Replicating our experiments

Training

  1. to train diffusion model for next frame prediction, change the following variable in Deep-Learning-Project-Fall-23/src/mcvd/train.sh file. data: should contain train, validation and hidden data folders exp: output folder to save result change CUDA_VISIBLE_DEVICES=0 argument if training on multi GPU and change batch size in file pointed by config.

    run train.sh to start training.

    This will generate checkpoint in your folder which you can use for inference in step 3.

  2. To train Unet model, run python Deep-Learning-Project-Fall-23/src/Unet/train.py /path/to/data/folder/containing/train/val/folder. This will generate checkpoint which can be used in step 4. example: python Deep-Learning-Project-Fall-23/src/Unet/train.py ../raw-data-1/dataset/

Inference

  1. Post training Unet, we need to do inference on hidden set to predict 22nd frame on hidden data.

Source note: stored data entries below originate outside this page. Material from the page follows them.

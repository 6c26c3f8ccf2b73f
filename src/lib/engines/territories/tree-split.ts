import type { RegionGraph } from '../graph/region-graph.ts';
import type { Dice } from './dice.ts';

/** Random trees tried for one split; the most even one is taken. */
const TREES = 6;

/**
 * Splits `units`, which are joined, into two joined parts, the first with as near to `share` of the load
 * as an edge of a random spanning tree allows, the best of several trees. Both parts have at least
 * `least[0]` and `least[1]` units.
 *
 * Source of the method: D. DeFord, M. Duchin, J. Solomon, Recombination: A Family of Markov Chains for
 * Redistricting, Harvard Data Science Review 3 (2021): cutting an edge of a random spanning tree.
 * @returns null when no edge of the trees leaves either part enough units
 */
export function treeSplit(
	graph: RegionGraph,
	units: readonly number[],
	load: Float64Array,
	share: number,
	least: readonly [number, number],
	dice: Dice,
): [number[], number[]] | null {
	const total = units.reduce((sum, unit) => sum + load[unit], 0);
	const place = new Map(units.map((unit, i) => [unit, i]));
	let best: Cut | null = null;
	for (let i = 0; i < TREES && !(best && best.off < 0.002 * total); i++) {
		const tree = randomTree(graph, units, place, dice);
		const cut = bestCut(tree, below(tree, units, load), share * total, least);
		if (cut && cut.off < (best?.off ?? Infinity)) best = cut;
	}
	if (!best) return null;
	const [cut, rest] = parts(best.tree, units, best.at);
	return best.isFirst ? [cut, rest] : [rest, cut];
}

/** An edge of a tree to cut: the one above place `at`. */
interface Cut {
	tree: Tree;
	at: number;
	/** whether what is below becomes the first part */
	isFirst: boolean;
	/** distance of the first part's load from what it should be */
	off: number;
}

function bestCut(
	tree: Tree,
	{ loads, counts }: { loads: Float64Array; counts: Int32Array },
	wanted: number,
	least: readonly [number, number],
): Cut | null {
	let best: Cut | null = null;
	const total = loads[0];
	for (let at = 1; at < counts.length; at++) {
		const rest = counts.length - counts[at];
		for (const isFirst of [true, false]) {
			const [first, second] = isFirst ? [counts[at], rest] : [rest, counts[at]];
			if (first < least[0] || second < least[1]) continue;
			const off = Math.abs((isFirst ? loads[at] : total - loads[at]) - wanted);
			if (!best || off < best.off) best = { tree, at, isFirst, off };
		}
	}
	return best;
}

/** A spanning tree; `order` walks it from the root (place 0 of the order) so that parents come first. */
interface Tree {
	/** places in `units` */
	order: Int32Array;
	/** parent of the i-th of the order, as a place in the order; -1 for the root */
	parent: Int32Array;
}

/** Kruskal's tree over edges in random order. */
function randomTree(
	graph: RegionGraph,
	units: readonly number[],
	place: Map<number, number>,
	dice: Dice,
): Tree {
	const edges: number[] = [];
	units.forEach((unit, i) => {
		for (let k = graph.offsets[unit]; k < graph.offsets[unit + 1]; k++) {
			const j = place.get(graph.targets[k]);
			if (j !== undefined && j > i) edges.push(i, j);
		}
	});
	const joined: number[][] = units.map(() => []);
	const root = Int32Array.from(units.keys());
	const find = (i: number) => {
		while (root[i] !== i) i = root[i] = root[root[i]];
		return i;
	};
	for (let left = edges.length / 2; left > 0; left--) {
		const pick = 2 * dice.below(left);
		const [a, b] = [edges[pick], edges[pick + 1]];
		edges[pick] = edges[2 * left - 2];
		edges[pick + 1] = edges[2 * left - 1];
		const [p, q] = [find(a), find(b)];
		if (p === q) continue;
		root[p] = q;
		joined[a].push(b);
		joined[b].push(a);
	}
	return walked(joined, dice.below(units.length));
}

function walked(joined: number[][], start: number): Tree {
	const order = new Int32Array(joined.length);
	const parent = new Int32Array(joined.length).fill(-1);
	const seen = new Uint8Array(joined.length);
	order[0] = start;
	seen[start] = 1;
	let tail = 1;
	for (let head = 0; head < tail; head++) {
		for (const next of joined[order[head]]) {
			if (seen[next]) continue;
			seen[next] = 1;
			parent[tail] = head;
			order[tail++] = next;
		}
	}
	return { order, parent };
}

/** Load and number of units at and below each place of the order. */
function below({ order, parent }: Tree, units: readonly number[], load: Float64Array) {
	const loads = Float64Array.from(order, (i) => load[units[i]]);
	const counts = new Int32Array(order.length).fill(1);
	for (let at = order.length - 1; at > 0; at--) {
		loads[parent[at]] += loads[at];
		counts[parent[at]] += counts[at];
	}
	return { loads, counts };
}

function parts({ order, parent }: Tree, units: readonly number[], cut: number) {
	const isBelow = new Uint8Array(order.length);
	isBelow[cut] = 1;
	for (let at = cut + 1; at < order.length; at++) isBelow[at] = isBelow[parent[at]];
	const sides: [number[], number[]] = [[], []];
	order.forEach((i, at) => sides[isBelow[at] ? 0 : 1].push(units[i]));
	return sides;
}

Run Deep-Learning-Project-Fall-23/src/mcvd/test_diffusion_hidden.py DATA_PATH CKPT_PATH OUT_DIR where:

    DATA_PATH: folder containing hidden folder

    CKPT_PATH: path to .pt file generated in step 1, which will be used.

    OUT_DIR: path to dir where output image will be stored.

    example: python Deep-Learning-Project-Fall-23/src/mcvd/test_diffusion_hidden.py raw-data-1/ /scratch/ak11089/final-project/next-frame-big-11v-1-cont/logs/checkpoint_27500.pt /scratch/ak11089/final-project/

  2. Now we need to use our trained Unet model to generate segmentation of predicted frames in step 3. To do so run python Deep-Learning-Project-Fall-23/src/run_segmentation.py UNET_PATH, PRED_PATH where:

    UNET_PATH: path to unet checkpoint created in step 2

    PRED_PATH: path of the folder created inside OUT_DIR in step.

    example: python Deep-Learning-Project-Fall-23/src/run_segmentation.py Unet/unet-test/unet1.pt final_pred_hidden/all/ This step will generate .pt file containing our prediction.